- Activity -
Your task is to filter the entries and copy every line containing the string "without".

- Dataset records -
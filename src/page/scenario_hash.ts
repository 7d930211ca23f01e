/**
 * A short check code of a scenario's content, so a result knows the scenario it came from:
 * FNV-1a (Fowler–Noll–Vo, 32-bit variant "1a", public domain; offset basis 2166136261, prime
 * 16777619) over the JSON re-serialised without layout, run twice with different seeds for 16
 * hex digits. Tidying the text does not change it; any change of a value does. A text that is
 * not JSON is hashed as it stands.
 *
 * @module
 */

function fnv1a(text: string, seed: number): number {
  let h = seed >>> 0;
  for (let k = 0; k < text.length; k++) {
    h ^= text.charCodeAt(k);
    h = Math.imul(h, 16777619) >>> 0;
  }
  return h >>> 0;
}

/** The scenario's content without its layout (indentation, spaces), or the text itself. */
export function canonicalScenario(text: string): string {
  try {
    return JSON.stringify(JSON.parse(text));
  } catch {
    return text;
  }
}

/** 16 hex digits identifying a scenario's content. */
export function scenarioHash(text: string): string {
  const c = canonicalScenario(text);
  return fnv1a(c, 2166136261).toString(16).padStart(8, "0") +
    fnv1a(c, 0x9e3779b9).toString(16).padStart(8, "0");
}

- Result for this task -
 * 16777619) over the JSON re-serialised without layout, run twice with different seeds for 16
/** The scenario's content without its layout (indentation, spaces), or the text itself. */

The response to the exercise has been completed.